BEGIN Data listing
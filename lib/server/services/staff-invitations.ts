import "server-only";
import { createHash, randomBytes, randomUUID } from "node:crypto";
import { and, count, eq, gt, isNull, sql } from "drizzle-orm";
import { account, certificates, claims, jobs, session, staffInvitation, user } from "@/db/schema";
import { transaction, type TxContext } from "@/db/transaction";
import { ROLE_LABEL } from "@/lib/engine/permissions";
import { audit } from "../audit";
import { env } from "../env";
import { AppError } from "../errors";
import { queueEmail } from "../mail";
import { isCommonPassword } from "../common-passwords";
import { hashPassword } from "../password";

/** How long an invitation link works (once). */
export const INVITATION_DAYS = 7;

const tokenHash = (token: string) => createHash("sha256").update(token).digest("hex");

export type AccountHoldings = { jobs: number; certificates: number; claims: number };

/** What a set owner's account holds, named in the refusal and in the conversion confirmation. */
export async function accountHoldings(ctx: TxContext, userId: string): Promise<AccountHoldings> {
  const [[j], [c], [k]] = await Promise.all([
    ctx.tx.select({ n: count() }).from(jobs).where(eq(jobs.customerId, userId)),
    ctx.tx.select({ n: count() }).from(certificates).where(eq(certificates.customerId, userId)),
    ctx.tx.select({ n: count() }).from(claims).where(eq(claims.claimantId, userId)),
  ]);
  return { jobs: j?.n ?? 0, certificates: c?.n ?? 0, claims: k?.n ?? 0 };
}

const plural = (n: number, one: string, many: string) => `${n} ${n === 1 ? one : many}`;
export function describeHoldings(h: AccountHoldings): string {
  return `${plural(h.jobs, "job", "jobs")}, ${plural(h.certificates, "certificate", "certificates")} and ${plural(h.claims, "claim", "claims")}`;
}

type InviteInput = { name: string; email: string; role: "technician" | "owner"; convertCustomer?: boolean; holdings?: string };

/**
 * The owner's invite action, the only way an invitation is made. A set owner's e-mail is refused unless the
 * owner converts that account on purpose, confirming what it holds (the confirmation must repeat the
 * holdings as they are now, so a stale screen cannot convert an account that has since gained a job).
 */
export async function inviteStaffMember({ input, actorId }: { input: InviteInput; actorId: string }): Promise<{ userId: string }> {
  const token = randomBytes(32).toString("base64url");
  return transaction(async (ctx) => {
    const [existing] = await ctx.tx.select().from(user).where(eq(user.email, input.email)).limit(1).for("update");
    if (existing && existing.role !== "customer") throw new AppError("conflict", "That person is already on the staff list.");
    let holdings: AccountHoldings | null = null;
    if (existing) {
      holdings = await accountHoldings(ctx, existing.id);
      const named = describeHoldings(holdings);
      if (!input.convertCustomer)
        throw new AppError(
          "conflict",
          `${input.email} belongs to a set owner's account (${named}). Staff and customer accounts are kept apart: invite the person with another e-mail address, or convert this account on purpose.`,
          { email: "This e-mail belongs to a set owner's account.", holdings: named },
        );
      if (input.holdings !== named)
        throw new AppError("stale", `The account now holds ${named}. Check the confirmation again before converting it.`, {
          holdings: named,
        });
    }
    const userId = existing?.id ?? randomUUID();
    if (existing) {
      // Its jobs, certificates and claims keep their rows and their owner: staff reach them on the bench, and
      // the account itself still answers them in the portal (`holdsSets` in lib/server/session.ts).
      await ctx.tx.update(user).set({ role: input.role, updatedAt: new Date() }).where(eq(user.id, userId));
      await ctx.tx.delete(session).where(eq(session.userId, userId));
      // Staff access starts with the invitation, not with the password the set owner chose for the portal:
      // until it is accepted the old password signs in to nothing (accepting sets a new credential).
      await ctx.tx.delete(account).where(and(eq(account.userId, userId), eq(account.providerId, "credential")));
    } else {
      await ctx.tx.insert(user).values({ id: userId, name: input.name, email: input.email, emailVerified: true, role: input.role });
    }
    const invitationId = randomUUID();
    await ctx.tx.insert(staffInvitation).values({
      id: invitationId,
      userId,
      tokenHash: tokenHash(token),
      role: input.role,
      invitedBy: actorId,
      expiresAt: sql`now() + make_interval(days => ${INVITATION_DAYS})`,
    });
    await audit(ctx, {
      actorId,
      action: existing ? "staff.convert_customer" : "staff.invite",
      entity: "user",
      entityId: userId,
      before: existing ? { role: existing.role, holdings } : null,
      after: { role: input.role, email: input.email, invitationId },
    });
    const [inviter] = await ctx.tx.select({ name: user.name }).from(user).where(eq(user.id, actorId));
    await queueEmail(ctx, {
      to: input.email,
      template: "staff-invite",
      props: {
        name: existing?.name ?? input.name,
        url: `${env().APP_URL.replace(/\/$/, "")}/welcome?token=${token}`,
        roleLabel: ROLE_LABEL[input.role],
        invitedBy: inviter?.name ?? "The shop owner",
      },
      dedupeKey: `invite:${invitationId}`,
    });
    return { userId };
  });
}

/** Sets the invited person's password with the invitation's token; the token works once. */
export async function acceptStaffInvitation({
  token,
  password,
}: {
  token: string;
  password: string;
}): Promise<{ userId: string; role: string }> {
  if (isCommonPassword(password))
    throw new AppError("invalid_input", "Some fields need attention.", {
      password: "That password is on the list of the most commonly used passwords. Please choose another.",
    });
  const hashed = await hashPassword(password);
  return transaction(async (ctx) => {
    const [used] = await ctx.tx
      .update(staffInvitation)
      .set({ usedAt: new Date() })
      .where(
        and(eq(staffInvitation.tokenHash, tokenHash(token)), isNull(staffInvitation.usedAt), gt(staffInvitation.expiresAt, sql`now()`)),
      )
      .returning({ id: staffInvitation.id, userId: staffInvitation.userId, role: staffInvitation.role });
    if (!used) throw new AppError("not_found", "This invitation has expired or was already used. Ask the shop owner for a new one.");
    const [credential] = await ctx.tx
      .select({ id: account.id })
      .from(account)
      .where(and(eq(account.userId, used.userId), eq(account.providerId, "credential")));
    if (credential) await ctx.tx.update(account).set({ password: hashed, updatedAt: new Date() }).where(eq(account.id, credential.id));
    else
      await ctx.tx
        .insert(account)
        .values({ id: randomUUID(), accountId: used.userId, providerId: "credential", userId: used.userId, password: hashed });
    await ctx.tx.update(user).set({ emailVerified: true, updatedAt: new Date() }).where(eq(user.id, used.userId));
    await ctx.tx.delete(session).where(eq(session.userId, used.userId));
    await audit(ctx, {
      actorId: used.userId,
      // Customers taken in at the counter are invited with the same single-use tokens (services/intake.ts).
      action: used.role === "customer" ? "customer.invitation_accepted" : "staff.invitation_accepted",
      entity: "user",
      entityId: used.userId,
      after: { invitationId: used.id },
    });
    return { userId: used.userId, role: used.role };
  });
}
END Data listing
Exercise objective: From the material above, set down exactly the lines between the line holding "const plural = (n: number, one: string, many: string)" and the line holding "const [existing] = await", inclusive. Include nothing else.

Response box:
const plural = (n: number, one: string, many: string) => `${n} ${n === 1 ? one : many}`;
export function describeHoldings(h: AccountHoldings): string {
  return `${plural(h.jobs, "job", "jobs")}, ${plural(h.certificates, "certificate", "certificates")} and ${plural(h.claims, "claim", "claims")}`;
}

type InviteInput = { name: string; email: string; role: "technician" | "owner"; convertCustomer?: boolean; holdings?: string };

/**
 * The owner's invite action, the only way an invitation is made. A set owner's e-mail is refused unless the
 * owner converts that account on purpose, confirming what it holds (the confirmation must repeat the
 * holdings as they are now, so a stale screen cannot convert an account that has since gained a job).
 */
export async function inviteStaffMember({ input, actorId }: { input: InviteInput; actorId: string }): Promise<{ userId: string }> {
  const token = randomBytes(32).toString("base64url");
  return transaction(async (ctx) => {
    const [existing] = await ctx.tx.select().from(user).where(eq(user.email, input.email)).limit(1).for("update");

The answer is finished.